Monday, December 27, 2021

TOS Episode 13: The Conscience of the King

originally posted 8/29/20

“Kodos, a fugitive mass murderer, is a 23rd-century Shakespearean actor.  When a friend is murdered, Kirk asks a Shakespearean troupe to investigate”

Right off the bat, that’s a weird episode description, Netflix...

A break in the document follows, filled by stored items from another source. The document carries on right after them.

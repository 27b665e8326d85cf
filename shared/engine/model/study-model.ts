import * as z from 'zod';

/**
 * The study model: everything the engine needs to compute a study, as plain JSON.
 * Numbers are in coherent SI (kelvin for temperatures) next to the text and unit that a person typed.
 */

export const idSchema = z.uuid();
export const finite = z.number();
const positive = z.number().positive();
const shortText = z.string().trim().max(200);
const longText = z.string().trim().max(4000);

/** How an uncertainty was stated (JCGM 100:2008, 4.3). Amounts in coherent SI; `fraction` is relative to the value. */
export const uncertaintySchema = z.discriminatedUnion('form', [
  z.object({ form: z.literal('exact') }),
  z.object({ form: z.literal('standard'), u: z.number().nonnegative() }),
  z.object({ form: z.literal('expanded'), U: z.number().nonnegative(), k: positive }),
  z.object({ form: z.literal('relative'), fraction: z.number().nonnegative() }),
  z.object({
    form: z.literal('half-width'),
    halfWidth: z.number().nonnegative(),
    distribution: z.enum(['rectangular', 'triangular']),
  }),
]);
export type Uncertainty = z.infer<typeof uncertaintySchema>;

/** A value somebody entered, with the text it was typed as. */
export const measuredValueSchema = z.object({
  text: shortText,
  value: finite,
  unit: z.string().max(60),
  uncertaintyText: shortText,
  uncertainty: uncertaintySchema,
});
export type MeasuredValue = z.infer<typeof measuredValueSchema>;

/** An exponent or factor with its standard uncertainty, both dimensionless. */
export const dimensionlessSchema = z.object({ value: finite, u: z.number().nonnegative() });

export const scales = ['bench', 'pilot', 'plant'] as const;
export type Scale = (typeof scales)[number];

/** What may be entered at an operating point. Units and meanings: `point-variables.ts`. */
export const pointVariableKeys = [
  'L',
  'u',
  'T',
  'rho',
  'mu',
  'nu',
  'cp',
  'lambda',
  'D',
  'beta',
  'dT',
  'Re',
  'Pr',
  'Sc',
] as const;
export type PointVariableKey = (typeof pointVariableKeys)[number];
/** Everything that can be read from an operating point: entered variables and the groups that follow from them. */
export const pointGroupKeys = ['nu', 'Re', 'Pr', 'Sc', 'Gr', 'GrRe2'] as const;
export const pointReadingKeys = [...new Set([...pointVariableKeys, ...pointGroupKeys])] as [string, ...string[]];

export const geometryFamilies = [
  'tube',
  'cylinder in crossflow',
  'flat plate',
  'sphere',
  'packed bed',
  'stirred vessel',
  'rotating cylinder',
  'other',
] as const;
export type GeometryFamily = (typeof geometryFamilies)[number];

export const pointEntrySchema = z.object({
  key: z.enum(pointVariableKeys),
  source: z.discriminatedUnion('from', [
    z.object({ from: z.literal('entered'), value: measuredValueSchema }),
    /** The velocity that a test measured; only for key `u`. */
    z.object({ from: z.literal('test'), testId: idSchema }),
  ]),
});
export type PointEntry = z.infer<typeof pointEntrySchema>;

export const operatingPointSchema = z.object({
  id: idSchema,
  name: shortText.min(1),
  scale: z.enum(scales),
  geometry: z.object({
    family: z.enum(geometryFamilies),
    description: longText,
    /** Length ratios that must be equal for geometric similarity, e.g. { name: 'L/d', value: 120 }. */
    ratios: z.array(z.object({ name: shortText.min(1), value: positive })).max(20),
  }),
  fluid: shortText,
  entries: z.array(pointEntrySchema).max(40),
});
export type OperatingPoint = z.infer<typeof operatingPointSchema>;

export const acceptanceLimitSchema = z.object({
  side: z.enum(['at least', 'at most']),
  value: finite,
  text: shortText,
});

export const quantitySchema = z.object({
  id: idSchema,
  symbol: shortText.min(1).max(40),
  name: shortText.min(1),
  /** The unit results are shown in; the engine computes in coherent SI. */
  unit: z.string().max(60),
  operatingPointId: idSchema,
  adoptedRouteId: idSchema.nullable(),
  limit: acceptanceLimitSchema.nullable(),
  unsafeSide: z.enum(['low', 'high']).nullable(),
  note: longText,
});
export type Quantity = z.infer<typeof quantitySchema>;

/** Where a variable of a route takes its value from. */
export const bindingSchema = z.discriminatedUnion('from', [
  z.object({ from: z.literal('quantity'), quantityId: idSchema }),
  z.object({ from: z.literal('point'), operatingPointId: idSchema, key: z.enum(pointReadingKeys) }),
]);
export type Binding = z.infer<typeof bindingSchema>;

const routeBase = {
  id: idSchema,
  quantityId: idSchema,
  name: shortText.min(1),
  /** Why this route, in the engineer's words. */
  rationale: longText,
  /** By assumption key: why it holds although a check is near the edge, outside or not evaluated. */
  justifications: z.record(z.string().max(80), longText),
};
/** The relative standard uncertainty added for use outside a window; its own line in the budget. */
const extrapolationAllowance = z.number().nonnegative().max(5).nullable();

export const routeSchema = z.discriminatedUnion('kind', [
  z.object({ ...routeBase, kind: z.literal('stated-value'), value: measuredValueSchema, evidence: longText }),
  z.object({ ...routeBase, kind: z.literal('test-result'), testId: idSchema.nullable() }),
  z.object({
    ...routeBase,
    kind: z.literal('heat-analogue'),
    /** The measured heat-transfer coefficient; null while not linked yet. */
    sourceQuantityId: idSchema.nullable(),
    reynoldsExponent: dimensionlessSchema,
    schmidtExponent: dimensionlessSchema,
    /** Relative standard uncertainty of the analogy itself. */
    scatter: z.number().nonnegative().max(2),
    extrapolationAllowance,
  }),
  z.object({
    ...routeBase,
    kind: z.literal('correlation'),
    methodId: z.string().max(80),
    /** By variable of the method; a variable not named here is read from the quantity's own operating point. */
    bindings: z.record(z.string().max(40), bindingSchema),
    /** Relative standard uncertainty of the method; null takes the library's. */
    scatter: z.number().nonnegative().max(2).nullable(),
    /** Routes that use the same method share its error unless this says otherwise. */
    ownScatter: z.boolean(),
    extrapolationAllowance,
  }),
  z.object({
    ...routeBase,
    kind: z.literal('balance'),
    expression: z.string().trim().max(500),
    bindings: z.record(z.string().max(40), bindingSchema.nullable()),
  }),
]);
export type Route = z.infer<typeof routeSchema>;
export type RouteKind = Route['kind'];

/** What steady readings from a heated rig boil down to. Order of columns: power, wall, bulk, flow. SI. */
export const readingsSummarySchema = z.object({
  count: z.int().min(2),
  means: z.tuple([finite, finite, finite, finite]),
  /** Covariance matrix of the means: s_ij / n. */
  covarianceOfMeans: z.array(z.array(finite).length(4)).length(4),
});
export type ReadingsSummary = z.infer<typeof readingsSummarySchema>;

export const steadyHeatingSchema = z.object({
  kind: z.literal('steady-heating'),
  summary: readingsSummarySchema,
  /** Type B standard uncertainties of the instruments, SI. */
  instruments: z.object({
    power: uncertaintySchema,
    wallTemperature: uncertaintySchema,
    bulkTemperature: uncertaintySchema,
    flow: uncertaintySchema,
  }),
  flowIs: z.enum(['velocity', 'volume flow in a tube']),
  heatLoss: measuredValueSchema,
  surface: z.discriminatedUnion('shape', [
    /** Area = π · (characteristic length of the operating point) · length. */
    z.object({ shape: z.literal('cylinder'), length: measuredValueSchema }),
    z.object({ shape: z.literal('stated area'), area: measuredValueSchema }),
  ]),
});

export const testSchema = z.object({
  id: idSchema,
  name: shortText.min(1),
  operatingPointId: idSchema,
  performedOn: z.iso.date().nullable(),
  reduction: steadyHeatingSchema,
  file: z.object({ id: idSchema, name: shortText, sha256: z.string().length(64), bytes: z.int() }),
});
export type Test = z.infer<typeof testSchema>;

/** A correlation coefficient between two inputs, named by input id (see `evaluation.ts`). */
export const inputCorrelationSchema = z.object({
  id: idSchema,
  a: z.string().max(160),
  b: z.string().max(160),
  r: z.number().min(-1).max(1),
  reason: longText,
});
export type InputCorrelation = z.infer<typeof inputCorrelationSchema>;

export const studyModelSchema = z.object({
  format: z.literal('stemma-study'),
  version: z.literal(1),
  operatingPoints: z.array(operatingPointSchema),
  quantities: z.array(quantitySchema),
  routes: z.array(routeSchema),
  tests: z.array(testSchema),
  inputCorrelations: z.array(inputCorrelationSchema),
});
export type StudyModel = z.infer<typeof studyModelSchema>;

export const emptyStudyModel: StudyModel = {
  format: 'stemma-study',
  version: 1,
  operatingPoints: [],
  quantities: [],
  routes: [],
  tests: [],
  inputCorrelations: [],
};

We open with a dramatic stabbing in 60s-era Shakespearean costumes.  It’s Macbeth!  We know this because Kirk’s friend tells Kirk to watch Macbeth.  60s-era Shakespearean acting ensues.  But Kirk’s friend isn’t watching intently because of the performance, he recognizes the actor’s voice as that of Kodos the Executioner!

***

Turns out his friend, Tom Leighton, lured the Enterprise there on false pretenses.  The friend is convinced this actor is Space Hitler, and I’m pretty sure that only showing the friend in profile is so we can get a dramatic reveal of him having a messed-up left side of his face.

***

I was right.  He not only has an eyepatch, he has an entire-side-of-the-face patch.

***

Turns out Kirk is one of the 8 or 9 remaining people who saw Kodos.  That’s convenient.

***

Back on the Enterprise, Kirk does some research and discovers the actor Anton Karidian has no history prior to 20 years ago, and looks an awful lot like an older Kodos.  He decides to go to the cocktail party Leighton is having for the troupe.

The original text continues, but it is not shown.